Hey I’m currently a junior in high school and I got a letter with nothing in it but a small buisness card with the words, “Where do you see yourself?”, a latitude and longitude coordinates, and a URL. The URL took me to a webpage in the IUP website, with a weird video about tunnel 31 and the text, “Ausep eth ioved no eth broachdalk. Rde kachl.”. What does this mean? Can someone please help?
Pause the video on the chalkboard. Red chalk. ?
Holy crap this is the weirdest honors college ever. thanks for telling me!
My son received this. We thought it was quite clever advertising.
Red chalk is where the word “rubric” comes from. Sounds like a fun scavenger hunt / mystery sort of thing.
Now I got a letter in the mail with some weird numbers on it, and another set of numbers covered in white out that I can see if I put it up against the light. Anyone else get this?
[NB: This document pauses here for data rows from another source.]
import { existsSync, readdirSync, readFileSync, rmSync, statSync } from 'node:fs';
import { mkdir, writeFile } from 'node:fs/promises';
import { join } from 'node:path';
import { inputError } from '../logs/index.js';
import { csvText, reportHtml, reportTables } from '../report/index.js';
import type { Results, StudyRun } from '../study/index.js';
import { drawPictures } from './pictures.js';

/** Names that a run writes in its folder; nothing else there is ever touched. */
const OWN_FILES = ['results.json', 'report.html'];
const OWN_FOLDERS = ['tables', 'charts'];

/**
 * Makes the folder ready: an old result of ppmwise is removed, anything else needs --force.
 * @throws InputError when something else is in the way
 */
export async function prepareFolder(folder: string, force: boolean): Promise<void> {
  if (existsSync(folder)) {
    if (!statSync(folder).isDirectory()) {
      throw inputError(
        'in-the-way',
        `Expected a folder for the results, came a file. Name another folder with --out.`,
        {
          file: folder,
        },
      );
    }
    if (readdirSync(folder).length > 0 && !force && !isOwnResult(folder)) {
      throw inputError(
        'in-the-way',
        'The folder holds something that is no result of ppmwise. Name another folder with --out, or write into it with --force.',
        { file: folder },
      );
    }
  }
  for (const name of [...OWN_FILES, ...OWN_FOLDERS])
    rmSync(join(folder, name), { recursive: true, force: true });
  for (const name of OWN_FOLDERS) await mkdir(join(folder, name), { recursive: true });
}

function isOwnResult(folder: string): boolean {
  try {
    const { version, rows } = JSON.parse(
      readFileSync(join(folder, 'results.json'), 'utf8'),
    ) as Partial<Results>;
    return version === 1 && typeof rows?.read === 'number';
  } catch {
    return false;
  }
}

/** Writes everything of a run: results, report, tables, charts. */
export async function writeOutputs(run: StudyRun, folder: string): Promise<void> {
  for (const { name, header, rows } of reportTables(run)) {
    await writeFile(join(folder, 'tables', `${name}.csv`), csvText(header, rows));
  }
  const { pictures, files } = await drawPictures(run);
  for (const [name, svg] of files) await writeFile(join(folder, 'charts', `${name}.svg`), svg);
  await writeFile(join(folder, 'report.html'), reportHtml(run.results, pictures));
  await writeFile(join(folder, 'results.json'), resultsText(run.results));
}

export const resultsText = (results: Results): string => `${JSON.stringify(results, null, 2)}\n`;
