import { once } from 'node:events';
import { createWriteStream } from 'node:fs';
import type { SetAsideRow } from '../logs/index.js';
import { csvLine } from '../report/index.js';

/** A CSV file to which set-aside rows stream while they are found, so that long lists need no memory. */
export function setAsideFile(path: string): {
  readonly add: (row: SetAsideRow) => void;
  readonly close: () => Promise<void>;
} {
  const stream = createWriteStream(path);
  stream.write(csvLine(['file', 'row', 'reason', 'column', 'detail']));
  return {
    add: ({ file, row, reason, column, detail }) => {
      stream.write(csvLine([file, row, reason, column, detail]));
    },
    async close() {
      stream.end();
      await once(stream, 'finish');
    },
  };
}
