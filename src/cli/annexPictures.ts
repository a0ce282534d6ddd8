import {
  associationChart,
  type ChartSpec,
  daysChart,
  hourDayChart,
  hourPpmChart,
  splitChart,
  wrongFixShareChart,
} from '../charts/index.js';
import { hourDayRatios } from '../days/index.js';
import { Page, splitsOf } from '../report/index.js';
import { flaggedByLength } from '../split/index.js';
import { SKY_OUTCOMES, type SkyAssociation, type StudyRun, skyPoints } from '../study/index.js';

/** A chart and the name of its file. */
export type NamedChart = readonly [name: string, chart: ChartSpec];

/** The days with what the sky did on them, as far as index files tell. */
export function dayCharts({ results }: StudyRun): NamedChart[] {
  const { dailyFactors, degradedDays, sky } = results;
  if (dailyFactors.length === 0) return [];
  const page = new Page(results);
  const explanations = degradedDays.map((one) =>
    one.verdict === 'one crew' && one.subject !== null
      ? { ...one, subject: page.crew(one.subject).replace(/^crew /, '') }
      : one,
  );
  return [['days', daysChart({ factors: dailyFactors, explanations, sky: sky?.days })]];
}

export const hourCharts = ({ results }: StudyRun): NamedChart[] =>
  results.timeOfDay
    .filter(({ hours }) => hours.some(({ ppm }) => ppm.estimate !== null))
    .map((timeOfDay): NamedChart => [`hours-${timeOfDay.component}`, hourPpmChart({ timeOfDay })]);

/** Errors by hour and day against the model, so that a bad afternoon shows which the thirds of a day average out. */
export const hourDayCharts = ({ models, errors, weights }: StudyRun): NamedChart[] =>
  models.flatMap((model): NamedChart[] => {
    const { component } = model;
    const cells = hourDayRatios(errors, model, { weights });
    return cells.length === 0 ? [] : [[`hours-and-days-${component}`, hourDayChart({ component, cells })]];
  });

/** Splits that have charts of their own, or too many groups for one. */
const OTHERWISE_DRAWN = ['baseline length, km', 'day', 'mark', 'setup of the base'];

/** Radial RMS by everything else that is known, where there are two classes or more to compare. */
export function splitCharts(run: StudyRun): NamedChart[] {
  const page = new Page(run.results);
  return splitsOf(run)
    .filter(({ title }) => !OTHERWISE_DRAWN.includes(title))
    .flatMap(({ title, rows }): NamedChart[] => {
      const named = rows.map((row) => (title === 'crew' ? { ...row, group: page.crew(row.group) } : row));
      const component = 'horizontal';
      const comparable = rows.filter(({ horizontalRms, tooFew }) => horizontalRms !== null && !tooFew);
      if (comparable.length < 2) return [];
      const name = `split-by-${title.replace(/,.*/, '').replaceAll(' ', '-').toLowerCase()}`;
      return [[name, splitChart({ rows: named, component, by: title })]];
    });
}

/** Of each outcome of the days the measure of the sky that goes with it most. */
export function skyCharts({ results: { sky, dailyFactors } }: StudyRun): NamedChart[] {
  if (sky === null) return [];
  return SKY_OUTCOMES.flatMap((outcome): NamedChart[] => {
    const first = sky.associations
      .filter((one) => one.outcome === outcome && one.spearman !== null)
      .reduce<SkyAssociation | null>(
        (a, b) => (a === null || (b.pValue ?? 1) < (a.pValue ?? 1) ? b : a),
        null,
      );
    if (first === null) return [];
    const points = skyPoints(sky.days, dailyFactors, outcome, first.measure);
    const chart = associationChart({ points, association: first, outcome, measure: first.measure });
    return [[`sky-${outcome.replaceAll(' ', '-')}`, chart]];
  });
}

export function wrongFixCharts({ wrongFixes, errors }: StudyRun): NamedChart[] {
  if (wrongFixes?.growth == null) return [];
  const { growth, screening } = wrongFixes;
  const classes = flaggedByLength(errors, screening.suspected);
  const longestKm = errors.reduce((most, { baselineKm }) => Math.max(most, baselineKm), 0);
  return [['wrong-fixes', wrongFixShareChart({ growth, classes, longestKm })]];
}
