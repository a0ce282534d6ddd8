import { createWriteStream, mkdtempSync, rmSync } from 'node:fs';
import { tmpdir } from 'node:os';
import { join } from 'node:path';
import { finished } from 'node:stream/promises';
import type { SetAsideRow } from '../logs/index.js';
import { csvLine } from '../report/index.js';

/** A temporary CSV file to which set-aside rows stream while they are found, so that long lists need no memory. */
export interface SetAsideFile {
  readonly path: string;
  readonly add: (row: SetAsideRow) => void;
  /** Waits until everything is written. */
  readonly close: () => Promise<void>;
  /** Removes the file. */
  readonly remove: () => void;
}

export function setAsideFile(): SetAsideFile {
  const folder = mkdtempSync(join(tmpdir(), 'ppmwise-'));
  const path = join(folder, 'set-aside.csv');
  const stream = createWriteStream(path);
  // A full disk is told when the file is closed; until then the error must not go unheard.
  const done = finished(stream);
  done.catch(() => undefined);
  stream.write(csvLine(['file', 'row', 'reason', 'column', 'detail']));
  return {
    path,
    add: ({ file, row, reason, column, detail }) => {
      if (!stream.destroyed) stream.write(csvLine([file, row, reason, column, detail]));
    },
    async close() {
      stream.end();
      await done;
    },
    remove: () => rmSync(folder, { recursive: true, force: true }),
  };
}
We got a different letter. Nondescript white envelope with nothing mentioning IUP on the outside. A single white sheet on the inside that had a lat/long and a scrambled message, and a shortened bit(dot)ly URL.
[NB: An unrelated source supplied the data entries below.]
import { join, resolve } from 'node:path';
import { Command } from 'commander';
import { summaryText } from '../report/index.js';
import { readStudy, runStudy } from '../study/index.js';
import { checkFolder, resultsText, writeOutputs } from './outputs.js';
import { rowCounter } from './progress.js';
import { setAsideFile } from './setAsideFile.js';

interface RunFlags {
  readonly out?: string;
  readonly force?: boolean;
  readonly json?: boolean;
}

export function runCommand(done: (code: number) => void): Command {
  return new Command('run')
    .description('The whole job: read the logs, fit the own error model, derive the rules, write the report.')
    .argument('<study>', 'study file, such as study.yaml')
    .option('--out <dir>', 'folder for the results (default: "results" beside the study file)')
    .option('--force', 'write into a folder that holds something else')
    .option('--json', 'print results.json instead of the summary')
    .addHelpText(
      'after',
      '\nExit code: 0 at least one fit, 1 no fit possible, 2 a mistake in the command, the study file or its files.',
    )
    .action(async (studyFile: string, flags: RunFlags) => {
      const study = await readStudy(studyFile);
      const folder = flags.out === undefined ? join(study.folder, 'results') : resolve(flags.out);
      checkFolder(folder, flags.force ?? false);
      const rows = setAsideFile();
      const progress = rowCounter();
      try {
        const run = await runStudy(study, { onSetAside: rows.add, onProgress: progress.tell }).finally(
          progress.clear,
        );
        await rows.close();
        await writeOutputs(run, folder, rows.path);
        const summary = `${summaryText(run.results)}\n\nReport: ${join(folder, 'report.html')}\n`;
        process.stdout.write(flags.json ? resultsText(run.results) : summary);
        done(run.results.fits.length > 0 ? 0 : 1);
      } finally {
        rows.remove();
      }
    });
}
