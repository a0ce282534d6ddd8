import { Command } from 'commander';
import { watchText } from '../report/index.js';
import { readResults, readStudy, watchStudy } from '../study/index.js';
import { rowCounter } from './progress.js';

export function watchCommand(done: (code: number) => void): Command {
  return new Command('watch')
    .description('Hold new days of a study against the model of an earlier run.')
    .argument('<results>', 'results.json of the earlier run')
    .argument('<study>', 'study file whose logs hold the new days')
    .option('--json', 'print what was found as JSON')
    .addHelpText(
      'after',
      '\nExit code: 0 the model may stay, 1 fit again or nothing to watch by, 2 a mistake in the command, the study file or its files.',
    )
    .action(async (resultsFile: string, studyFile: string, flags: { readonly json?: boolean }) => {
      const earlier = await readResults(resultsFile);
      const study = await readStudy(studyFile);
      const progress = rowCounter();
      const watched = await watchStudy(earlier.watch, study, { onProgress: progress.tell }).finally(
        progress.clear,
      );
      const { watches, unwatched, messages } = watched;
      const found = { watches, unwatched, messages };
      process.stdout.write(flags.json ? `${JSON.stringify(found, null, 2)}\n` : `${watchText(watched)}\n`);
      const stays = watches.length > 0 && watches.every(({ fitAgain }) => !fitAgain);
      done(stays ? 0 : 1);
    });
}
The lat/long, if viewed in google maps street view is right at the front door of the Cook Honors College building at IUP. At first my DD thought it was sketchy, but as she decoded more of the message it went quickly from sketchy to cool. Well, played, Cook Honors at IUP!
So this is just marketing? You haven’t even applied or shown interest? Pretty intriguing…
@choirsandstages Yep, just unsolicited marketing for D1 who is finishing junior year of HS. Like all of the other colleges that have sent huge amounts of both snail and email to her, I’m sure they purchased her details from either the College Board or ACT. This letter actually stood out because of its lack of gloss and nothing identifying it as IUP on the outside.
@stencils
yeah that was the first one I got, the one that I mentioned in my first post. I’m still trying to figure out the mystery behind the second letter though, after seeing the first one I’m convinced that there’s some puzzle in it.
@SuperPoofi we didn’t actually go to the URL, and we didn’t get a second letter. It’s possible the URL is unique to the letter, so they know you actually visited the website which triggers the second letter.